If you look at your aged ledger for the past twelve month ends you can calculate what percentage of each bucket you collected every month. This will give you a clear indication if your collections are getting better or worse. For example if your Gross sales for June were €14,789 and the June Ledger is:
Balance Current 1 month 2 months 3 months+
29,058 12,356 7,832 1,235 7,635
If your July gross sales were €15,276 and ledger looks like:
Balance Current 1 month 2 months 3 months+
29,995 12,989 8,256 1,752 6,998
There are a few deductions you can make:
June invoices paid in June amount to 2,433 (14,789 – 12,356) or 16%
July invoices paid in July amount to 2,287 (15276 – 12989) or 15%
You collected 4,100 (12,356- 8256) of June money in July or 33%
You collected 6,080 (7,832- 1,752) of your May money in July or 77%
You collected 1,872 (1,235+7,635-6,998)of your April+ in July or 21%
You can also see the very prompt payers, your cash or prepay amount each month, in this case account for around 15%. If this trend is consistent throughout the year you can factor these %’s into your target.

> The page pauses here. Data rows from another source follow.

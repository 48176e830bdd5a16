//! Telling levels apart: thresholds, and the bit error ratio that remains.
//!
//! Noise is taken as Gaussian at each level, levels as equally frequent, and more than two of them as Gray coded, so that
//! neighbours differ in one bit: 0 1 for two, 00 01 11 10 for four.

use crate::numeric::root::root;
use crate::statistics::normal::upper_tail;

/// What the decision sees while one symbol stands.
#[derive(Clone, Copy, Debug, PartialEq)]
pub struct Level {
    /// Current in A.
    pub current_a: f64,
    /// Noise on it, RMS in A, ≥ 0.
    pub noise_rms_a: f64,
}

/// Where the thresholds are put.
#[derive(Clone, Copy, Debug, PartialEq, Eq)]
pub enum Threshold {
    /// Where the bit error ratio is least.
    Optimum,
    /// Halfway between neighbouring currents.
    Midpoint,
    /// Where both neighbours are equally many RMS noises away; the error ratio is the textbook's ½ erfc(Q/√2).
    QFactor,
}

/// Thresholds, and what they achieve.
#[derive(Clone, Debug, PartialEq)]
pub struct Decision {
    /// Share of bits that are read wrongly.
    pub error_ratio: f64,
    /// Thresholds in A, lowest first, one fewer than levels.
    pub thresholds_a: Vec<f64>,
}

/// Decides between two levels (NRZ) or four (PAM4).
///
/// * `levels` – lowest current first
/// * `rule` – where the thresholds are put
///
/// Without noise at a level, "at the threshold" means on its right side: with a noiseless zero the optimum is the limit of a
/// threshold just above it.
///
/// Source: S. D. Personick, Bell Syst. Tech. J. 52, 843–874 (1973) for Q; the optimum is where weighted densities are
/// equal, as in J. Neyman, E. S. Pearson, Phil. Trans. R. Soc. A 231, 289–337 (1933).
///
/// # Example
///
/// ```
/// use leastlight::physics::decision::{Level, Threshold, decide};
///
/// let levels = [Level { current_a: 0.0, noise_rms_a: 1e-7 }, Level { current_a: 1.2e-6, noise_rms_a: 1e-7 }];
/// let decision = decide(&levels, Threshold::Optimum);
/// assert!((decision.thresholds_a[0] - 0.6e-6).abs() < 1e-18);
/// assert!((decision.error_ratio - 9.866e-10).abs() < 0.001e-10); // Q = 6
/// ```
pub fn decide(levels: &[Level], rule: Threshold) -> Decision {
    debug_assert!(matches!(levels.len(), 2 | 4));
    match (rule, levels) {
        (Threshold::QFactor, _) => {
            let both_sides: f64 = q_factors(levels).into_iter().map(|q| 2.0 * upper_tail(q)).sum();
            Decision { error_ratio: both_sides / bits(levels), thresholds_a: between(levels, balanced) }
        }
        (Threshold::Midpoint, _) => at(levels, between(levels, halfway)),
        (Threshold::Optimum, [_, _]) => at(levels, between(levels, crossing)),
        (Threshold::Optimum, _) => at(levels, best_thresholds(levels)),
    }
}

/// Q of each eye, lowest first: the distance of neighbouring currents over the sum of their RMS noises.
///
/// ```text
/// Q = (I₁ − I₀)/(σ₁ + σ₀)
/// ```
///
/// Infinite where neither level has noise.
///
/// Source: S. D. Personick, Bell Syst. Tech. J. 52, 843–874 (1973).
pub fn q_factors(levels: &[Level]) -> Vec<f64> {
    between(levels, |lower, upper| {
        let distance = upper.current_a - lower.current_a;
        if distance == 0.0 { 0.0 } else { distance / (upper.noise_rms_a + lower.noise_rms_a) }
    })
}

/// Bit error ratio with the thresholds given.
///
/// ```text
/// two levels:   ½ [Q((D − I₀)/σ₀) + Q((I₁ − D)/σ₁)]
/// any number:   Σ over thresholds and levels of ± tail, over the bits in all levels
/// ```
///
/// * `levels` – lowest current first, two or four
/// * `thresholds_a` – D in A, one fewer than levels, lowest first
///
/// A threshold flips one bit of the Gray code. Passing it from its own level's side costs an error, unless another flip of the
/// same bit mends it: hence the signs. Only tails are added, so 1e-30 keeps its digits.
pub fn error_ratio_at(levels: &[Level], thresholds_a: &[f64]) -> f64 {
    let wrong = |(below, &threshold_a): (usize, &f64)| wrong_bits(levels, below + 1, threshold_a);
    thresholds_a.iter().enumerate().map(wrong).sum::<f64>() / bits(levels)
}

fn at(levels: &[Level], thresholds_a: Vec<f64>) -> Decision {
    Decision { error_ratio: error_ratio_at(levels, &thresholds_a), thresholds_a }
}

/// Bits in all levels together: 2 for two levels, 8 for four.
pub(super) fn bits<T>(levels: &[T]) -> f64 {
    let per_level = levels.len().checked_ilog2().unwrap_or(0).max(1);
    f64::from(per_level) * levels.len() as f64
}

/// Something between each level and the next.
fn between(levels: &[Level], of: impl Fn(&Level, &Level) -> f64) -> Vec<f64> {
    levels.iter().zip(levels.iter().skip(1)).map(|(lower, upper)| of(lower, upper)).collect()
}

fn halfway(lower: &Level, upper: &Level) -> f64 {
    lower.current_a + 0.5 * (upper.current_a - lower.current_a)
}

/// Equally many RMS noises away from both.
fn balanced(lower: &Level, upper: &Level) -> f64 {
    let share = lower.noise_rms_a / (lower.noise_rms_a + upper.noise_rms_a);
    let threshold_a = lower.current_a + share * (upper.current_a - lower.current_a);
    if threshold_a.is_finite() { threshold_a } else { halfway(lower, upper) }
}

/// Where two Gaussian densities cross, between their centres or, for a faint upper level, beyond: the least sum of tails.
///
/// ```text
/// with δ = (I₁−I₀)/σ₁, L = ln(σ₁/σ₀), C = δ² + 2L, a = (σ₁/σ₀)² − 1 ≥ 0:
/// D = I₀ + σ₁ C/(δ + √(δ² + a C))
/// ```
///
/// The root of the usual quadratic, written so that it does not cancel as σ₁ → σ₀. For σ₁ < σ₀ both change places.
fn crossing(lower: &Level, upper: &Level) -> f64 {
    let distance = upper.current_a - lower.current_a;
    let (narrow, wide, sign) =
        if upper.noise_rms_a >= lower.noise_rms_a { (lower, upper, 1.0) } else { (upper, lower, -1.0) };
    let (s0, s1) = (narrow.noise_rms_a, wide.noise_rms_a);
    let excess = (s1 - s0) / s0;
    if s1 > 0.0 && !excess.is_finite() {
        // Noiseless beside noisy: the limit is the noiseless level itself.
        return narrow.current_a;
    }
    let delta = distance / s1;
    let c = delta * delta + 2.0 * libm::log1p(excess);
    let a = excess * (excess + 2.0);
    let threshold_a = narrow.current_a + sign * s1 * (c / (delta + (delta * delta + a * c).sqrt()));
    // No difference at all, or no noise: nothing to choose.
    if threshold_a.is_finite() { threshold_a } else { halfway(lower, upper) }
}

/// Whether a level has, in the bit that the threshold `below` levels up flips, the value of the side above: +1, or −1.
pub(super) fn sign(below: usize, index: usize) -> f64 {
    let gray = |i: usize| i ^ (i >> 1);
    let flipped = gray(below) ^ gray(below - 1);
    if gray(index) & flipped == gray(below) & flipped { 1.0 } else { -1.0 }
}

/// Chance that noise carries a level across a threshold at this distance from it.
fn tail(distance_a: f64, noise_rms_a: f64) -> f64 {
    if noise_rms_a > 0.0 {
        upper_tail(distance_a / noise_rms_a)
    } else if distance_a < 0.0 {
        1.0
    } else {
        0.0
    }
}

/// Bits read wrongly on account of the threshold that has `below` levels beneath it, summed over the levels.
fn wrong_bits(levels: &[Level], below: usize, threshold_a: f64) -> f64 {
    let crossed = |(index, level): (usize, &Level)| {
        let up = threshold_a - level.current_a;
        if index < below {
            -sign(below, index) * tail(up, level.noise_rms_a)
        } else {
            sign(below, index) * tail(-up, level.noise_rms_a)
        }
    };
    levels.iter().enumerate().map(crossed).sum()
}

/// The thresholds of the least bit error ratio for four levels.
///
/// It is a sum of one function per threshold, so each is minimised by itself. Only the outer two share a bit and must keep
/// their order; far down in the noise their separate minima may not.
fn best_thresholds(levels: &[Level]) -> Vec<f64> {
    if let Some(thresholds_a) = thresholds_in_open_eyes(levels) {
        return thresholds_a;
    }
    let least = |a: (f64, f64), b: (f64, f64)| if b.1 < a.1 { b } else { a };
    let (first, second, third) = (valleys(levels, 1), valleys(levels, 2), valleys(levels, 3));
    let nothing = (f64::NAN, f64::INFINITY);
    let middle = second.into_iter().fold(nothing, least);
    let ordered = first
        .iter()
        .flat_map(|low| third.iter().map(move |high| (low, high)))
        .filter(|(low, high)| low.0 <= high.0)
        .min_by(|a, b| (a.0.1 + a.1.1).total_cmp(&(b.0.1 + b.1.1)));
    match ordered {
        Some((low, high)) => vec![low.0, middle.0, high.0],
        None => between(levels, halfway),
    }
}

/// The same where every eye is open, which is nearly always, at a tenth of the cost.
///
/// Halfway through each eye fewer than a tenth of a bit is wrong. A threshold beyond a neighbouring level misreads half
/// of that level, less at most a tenth that another tail mends: so the least is inside the eye, where the densities of
/// its two sides cross once.
fn thresholds_in_open_eyes(levels: &[Level]) -> Option<Vec<f64>> {
    let eye = |(index, (lower, upper)): (usize, (&Level, &Level))| {
        let below = index + 1;
        let noisy = lower.noise_rms_a > 0.0 && upper.noise_rms_a > 0.0;
        let open = noisy && wrong_bits(levels, below, halfway(lower, upper)) < 0.1;
        let balance = |threshold_a: f64| balance(levels, below, threshold_a);
        open.then(|| root(balance, lower.current_a, upper.current_a, 1e-13).ok()).flatten()
    };
    levels.iter().zip(levels.iter().skip(1)).enumerate().map(eye).collect()
}

/// Where the wrong bits of one threshold have a valley, each with its depth. The midpoint is always among them.
fn valleys(levels: &[Level], below: usize) -> Vec<(f64, f64)> {
    let balance = |threshold_a: f64| balance(levels, below, threshold_a);
    // Whole RMS noises around each level: every slope of every density has its own points.
    let mut places: Vec<f64> = levels
        .iter()
        .filter(|level| level.noise_rms_a > 0.0)
        .flat_map(|level| (-4..=4).map(|n| level.current_a + f64::from(n) * level.noise_rms_a))
        .collect();
    places.sort_unstable_by(f64::total_cmp);
    let signs: Vec<(f64, f64)> = places.into_iter().map(|place| (place, balance(place))).collect();
    let turns = signs.iter().zip(signs.iter().skip(1)).filter(|(left, right)| left.1 < 0.0 && right.1 >= 0.0);
    let roots = turns.filter_map(|(left, right)| root(balance, left.0, right.0, 1e-13).ok());

    let noiseless = levels.iter().filter(|level| level.noise_rms_a == 0.0).map(|level| level.current_a);
    let pair = levels.iter().zip(levels.iter().skip(1)).nth(below - 1);
    let middle = pair.map(|(lower, upper)| halfway(lower, upper));
    // Levels buried in unequal noise are read best where one of them is never read at all: beyond every tail.
    let lowest = levels.iter().map(|level| level.current_a - 40.0 * level.noise_rms_a).reduce(f64::min);
    let highest = levels.iter().map(|level| level.current_a + 40.0 * level.noise_rms_a).reduce(f64::max);
    let all = roots.chain(noiseless).chain(middle).chain(lowest).chain(highest);
    all.map(|threshold_a| (threshold_a, wrong_bits(levels, below, threshold_a))).collect()
}

/// Logarithm of the summed densities of the levels that lose by a higher threshold, less that of those that gain: negative
/// below a valley of the wrong bits, positive above.
fn balance(levels: &[Level], below: usize, threshold_a: f64) -> f64 {
    ln_density(levels, below, threshold_a, 1.0) - ln_density(levels, below, threshold_a, -1.0)
}

/// Logarithm of the summed Gaussian densities of the noisy levels on one side of the code, up to a constant.
fn ln_density(levels: &[Level], below: usize, at_a: f64, side: f64) -> f64 {
    let of_side = levels
        .iter()
        .enumerate()
        .filter(|(index, level)| sign(below, *index) == side && level.noise_rms_a > 0.0);
    of_side.fold(f64::NEG_INFINITY, |sum, (_, level)| {
        let z = (at_a - level.current_a) / level.noise_rms_a;
        let one = -0.5 * z * z - libm::log(level.noise_rms_a);
        let (more, less) = (sum.max(one), sum.min(one));
        if less == f64::NEG_INFINITY { more } else { more + libm::log1p(libm::exp(less - more)) }
    })
}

The next call you have to make is are you going to do the same as last year or better or worse depending on the economic conditions and what you are prepared to allow. Unless you are going to something drastic like engage The Credit Coach to help you reduce your debtors balance, work on the basis that you will perform in the coming year at the same level as you did last year.
Then all you have to do is start with your current ledger as follows:
July August September October
Op Bal 29,058 29,995 x y
Sales 15,276 per budget per budget per budget
Cash 14,339 per %’s per %’s per %’s
Cl Bal 29,995 x y z
This way you can build up an accurate forecast of what you can expect to collect every month, and build in some margin for slow payers as long as you match your figures back to the previous year’s actual achievements. Check the Days sales outstanding for each month to make sure the figures make sense before you present them.

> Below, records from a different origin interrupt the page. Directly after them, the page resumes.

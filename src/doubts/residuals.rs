//! Residuals: normal, independent, the same in every quarter of the year.

use chrono::Datelike;

use crate::fit::{Fit, RateSign};
use crate::judge::Facts;
use crate::numerics::{Interval, Mark, car1, kruskal_wallis, shapiro_wilk};
use crate::series::points::Slices;
use crate::terms::{Adjusted, Flag, FlagCode, Verdict};

/// What the residuals say.
#[derive(Clone, Debug, Default)]
pub struct Diagnosis {
    /// Raised and not assessable.
    pub flags: Vec<Flag>,
    /// The rate's interval with correlation allowed for, where it is found.
    pub adjusted: Option<Adjusted>,
}

/// Every residual test is made at this level.
const P: f64 = 0.05;
/// The share of non-detects up to which detects' residuals stand for all.
const MOST_NON_DETECTS: f64 = 0.2;
/// Fewer residuals than this say nothing about normality.
const FEWEST_FOR_NORMALITY: usize = 8;
/// Fewer residuals than this have no power against correlation.
const FEWEST_FOR_CORRELATION: usize = 15;
/// Each quarter of the year needs as many.
const FEWEST_A_QUARTER: usize = 3;

/// Residuals of the measured values, with their times and quarters.
struct Residuals {
    t: Vec<f64>,
    y: Vec<f64>,
    residual: Vec<f64>,
    quarter: Vec<usize>,
}

/// Tests the residuals of a fit.
#[must_use]
pub fn diagnose(facts: &Facts<'_>, fit: &Fit, slices: &Slices) -> Diagnosis {
    let mut out = Diagnosis::default();
    #[allow(clippy::cast_precision_loss)] // counts of dates
    let share = fit.line.non_detects as f64 / fit.line.n as f64;
    if share > MOST_NON_DETECTS {
        for code in [FlagCode::NotNormal, FlagCode::Autocorrelated, FlagCode::Seasonal] {
            out.flags.push(Flag::not_assessable(code, P));
        }
        return out;
    }
    let of = measured(facts, fit, slices);
    out.flags.extend(normality(&of));
    out.flags.extend(season(&of));
    if of.residual.len() < FEWEST_FOR_CORRELATION {
        out.flags.push(Flag::not_assessable(FlagCode::Autocorrelated, P));
    } else if let Some(found) = car1(&of.t, &of.y).filter(|found| found.p < P) {
        out.flags.push(Flag::raised(FlagCode::Autocorrelated, found.phi, P));
        let plain = fit.rate_interval;
        // The standard error behind the interval at its own degrees of freedom.
        let quantile = crate::numerics::tails::student_within(fit.confidence, fit.line.m - 2.0);
        let error = (plain.high - plain.low) / (2.0 * quantile);
        let slope = found.adjusted(fit.line.slope, error, fit.confidence);
        out.adjusted = Some(adjusted(facts, fit, found.phi, slope));
    }
    out
}

fn measured(facts: &Facts<'_>, fit: &Fit, slices: &Slices) -> Residuals {
    let mut out =
        Residuals { t: Vec::new(), y: Vec::new(), residual: Vec::new(), quarter: Vec::new() };
    for (at, value) in facts.points.fitted().enumerate() {
        if slices.mark[at] == Mark::Measured {
            out.t.push(slices.t[at]);
            out.y.push(slices.y[at]);
            out.residual.push(slices.y[at] - fit.line.fitted(slices.t[at]));
            out.quarter.push(value.date.month0() as usize / 3);
        }
    }
    out
}

fn normality(of: &Residuals) -> Option<Flag> {
    if of.residual.len() < FEWEST_FOR_NORMALITY {
        return Some(Flag::not_assessable(FlagCode::NotNormal, P));
    }
    let test = shapiro_wilk(&of.residual)?;
    (test.p < P).then(|| Flag::raised(FlagCode::NotNormal, test.p, P))
}

/// Kruskal–Wallis by calendar quarter; the line has been taken out already.
fn season(of: &Residuals) -> Option<Flag> {
    let test = kruskal_wallis(&of.residual, &of.quarter)
        .filter(|test| test.groups > 1 && test.smallest >= FEWEST_A_QUARTER);
    match test {
        None => Some(Flag::not_assessable(FlagCode::Seasonal, P)),
        Some(test) => (test.p < P).then(|| Flag::raised(FlagCode::Seasonal, test.p, P)),
    }
}

/// The adjusted interval of the rate, and whether the verdict would be another under it.
fn adjusted(facts: &Facts<'_>, fit: &Fit, phi: f64, slope: Interval) -> Adjusted {
    let (rate_lower, rate_upper) = (-slope.high, -slope.low);
    let sign = if rate_lower > 0.0 {
        RateSign::Falling
    } else if rate_upper < 0.0 {
        RateSign::Rising
    } else {
        RateSign::HoldsZero
    };
    let margin = facts.rules.flat_margin;
    let within = |low: f64, high: f64| low >= -margin && high <= margin;
    let was_flat = within(fit.rate_interval.low, fit.rate_interval.high);
    let verdict = crate::judge::verdict(facts).verdict;
    let changes_verdict = match verdict {
        Verdict::Rising | Verdict::Attenuating => sign != fit.sign(),
        Verdict::Flat => was_flat && !within(rate_lower, rate_upper),
        _ => false,
    };
    Adjusted { phi, rate_lower, rate_upper, changes_verdict }
}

A word of advice: if you are asked to prepare a budget, never over estimate what cash you are going to collect, as long as the targets are accepted at the start and delivered month after month, everyone will be happy.

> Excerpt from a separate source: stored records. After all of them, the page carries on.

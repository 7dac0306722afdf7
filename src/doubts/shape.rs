//! The straight line beside other shapes: curvature, a plateau, two rates.

use chrono::NaiveDate;

use crate::fit::Fit;
use crate::judge::Facts;
use crate::numerics::comparison::PREFERRED_BY;
use crate::numerics::{Better, Comparison, Dropped, Points, compare, curvature};
use crate::project::dated;
use crate::terms::{Alternative, Flag, FlagCode, Model, ModelFit, WhyNoModel, date_after};

/// What other shapes say.
#[derive(Clone, Debug, Default)]
pub struct Shape {
    /// Raised flags.
    pub flags: Vec<Flag>,
    /// Every model on the same data.
    pub models: Vec<ModelFit>,
    /// The better one, where one is.
    pub alternative: Option<Alternative>,
}

/// The quadratic term is tested at this level.
const P: f64 = 0.05;

/// Compares the straight line with its alternatives.
#[must_use]
pub fn compare_models(facts: &Facts<'_>, fit: &Fit, points: Points<'_>) -> Shape {
    let mut out = Shape::default();
    if let Some(bend) = curvature(points, &fit.line).filter(|bend| bend.p < P) {
        // On a fall an upward bend is a slowing; on a rise it is a quickening.
        let slows = bend.coefficient * fit.line.slope < 0.0;
        let code = if slows { FlagCode::Slowing } else { FlagCode::Quickening };
        out.flags.push(Flag::raised(code, bend.p, P));
    }
    let compared = compare(points, &fit.line);
    let y0 = facts.limit().map(f64::ln);
    out.models = models(fit, &compared, y0);
    if let Some(line) = compared.first_order_aicc {
        if let Ok(two) = compared.two_rates.filter_lower(|two| two.aicc, line) {
            out.flags.push(Flag::raised(FlagCode::TwoRates, line - two.aicc, PREFERRED_BY));
        }
        if let Ok(plateau) = compared.plateau.filter_lower(|plateau| plateau.aicc, line) {
            let level = plateau.ln_plateau.exp();
            let mut flag = Flag::raised(FlagCode::LevelsOff, level, PREFERRED_BY);
            flag.threshold = facts.limit();
            out.flags.push(flag);
        }
    }
    out.alternative = compared.better.map(|better| {
        let crossing = y0.and_then(|y0| better.crossing(y0));
        let date = meets(fit, crossing);
        // A line that rose and falls again may never have been over the limit: no denial.
        let never_over =
            crossing.is_none() && matches!(better, Better::TwoRates(two) if two.after < 0.0);
        let after_goal = |date: NaiveDate| facts.series.goal_date.is_some_and(|goal| date > goal);
        Alternative {
            model: match better {
                Better::Plateau(_) => Model::Plateau,
                Better::TwoRates(_) => Model::TwoRates,
            },
            date,
            denies: y0.is_some() && !never_over && date.is_none_or(after_goal),
        }
    });
    out
}

/// Keeps a model whose criterion is lower than the line's by enough.
trait FilterLower<T> {
    fn filter_lower(self, aicc: impl Fn(&T) -> f64, line: f64) -> Result<T, ()>;
}

impl<T> FilterLower<T> for Result<T, Dropped> {
    fn filter_lower(self, aicc: impl Fn(&T) -> f64, line: f64) -> Result<T, ()> {
        self.ok().filter(|model| aicc(model) < line - PREFERRED_BY).ok_or(())
    }
}

/// A time at which a model meets the limit, as a date; one before the record is its first date.
fn meets(fit: &Fit, years: Option<f64>) -> Option<NaiveDate> {
    years.and_then(|years| dated(fit, years.max(0.0)).date())
}

fn models(fit: &Fit, compared: &Comparison, y0: Option<f64>) -> Vec<ModelFit> {
    let none = |model, aicc| ModelFit {
        model,
        aicc,
        meets_limit: None,
        plateau: None,
        break_date: None,
        why_not: None,
    };
    let line = y0.map(|y0| (y0 - fit.line.intercept) / fit.line.slope);
    let line = line.filter(|_| fit.line.slope < 0.0);
    vec![
        match compared.constant {
            Ok(constant) => none(Model::Constant, constant.aicc),
            Err(why) => ModelFit { why_not: Some(reason(why)), ..none(Model::Constant, None) },
        },
        ModelFit {
            meets_limit: meets(fit, line),
            ..none(Model::FirstOrder, compared.first_order_aicc)
        },
        match compared.plateau {
            Ok(plateau) => ModelFit {
                meets_limit: y0.and_then(|y0| meets(fit, plateau.crossing(y0))),
                plateau: Some(plateau.ln_plateau.exp()),
                ..none(Model::Plateau, Some(plateau.aicc))
            },
            Err(why) => ModelFit { why_not: Some(reason(why)), ..none(Model::Plateau, None) },
        },
        match compared.two_rates {
            Ok(two) => ModelFit {
                meets_limit: y0.and_then(|y0| meets(fit, two.crossing(y0))),
                break_date: date_after(fit.used.first, two.break_at),
                ..none(Model::TwoRates, Some(two.aicc))
            },
            Err(why) => ModelFit { why_not: Some(reason(why)), ..none(Model::TwoRates, None) },
        },
    ]
}

fn reason(why: Dropped) -> WhyNoModel {
    match why {
        Dropped::TooFewPoints { .. } => WhyNoModel::TooFewDates,
        Dropped::TooFewDetects { .. } => WhyNoModel::TooFewDetects,
        Dropped::NotFalling => WhyNoModel::NotFalling,
        Dropped::WrongCurvature => WhyNoModel::OtherBend,
        Dropped::NoPlateau => WhyNoModel::NoPlateau,
        Dropped::NoRoom => WhyNoModel::NoRoom,
        Dropped::NotConverged { .. } => WhyNoModel::NotConverged,
    }
}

From a reporting perspective, when you group your customers into their payment terms: say half pay the end of month following, half pay the month after that you can create a perfect ledger - for July it would look like:
July perfection:
Balance Current 1 month 2 month 3 month+
19,167 12,989 6,178 0 0
Perfection is defined as 15% paying in the current month, 50% of the balance paid at the end of the following month and 50% paid the month following that.
You can now see that there is 10,828 outstanding that shouldn’t be there and that is what you have to address from a management perspective: Why is that money outstanding? Is it disputes? Is it slow payers? Is it unofficial agreements? If you have payment plans in place your 3 month+ column could have a reducing balance and as long as they are abiding by the terms of the agreement I would include these figures as within terms.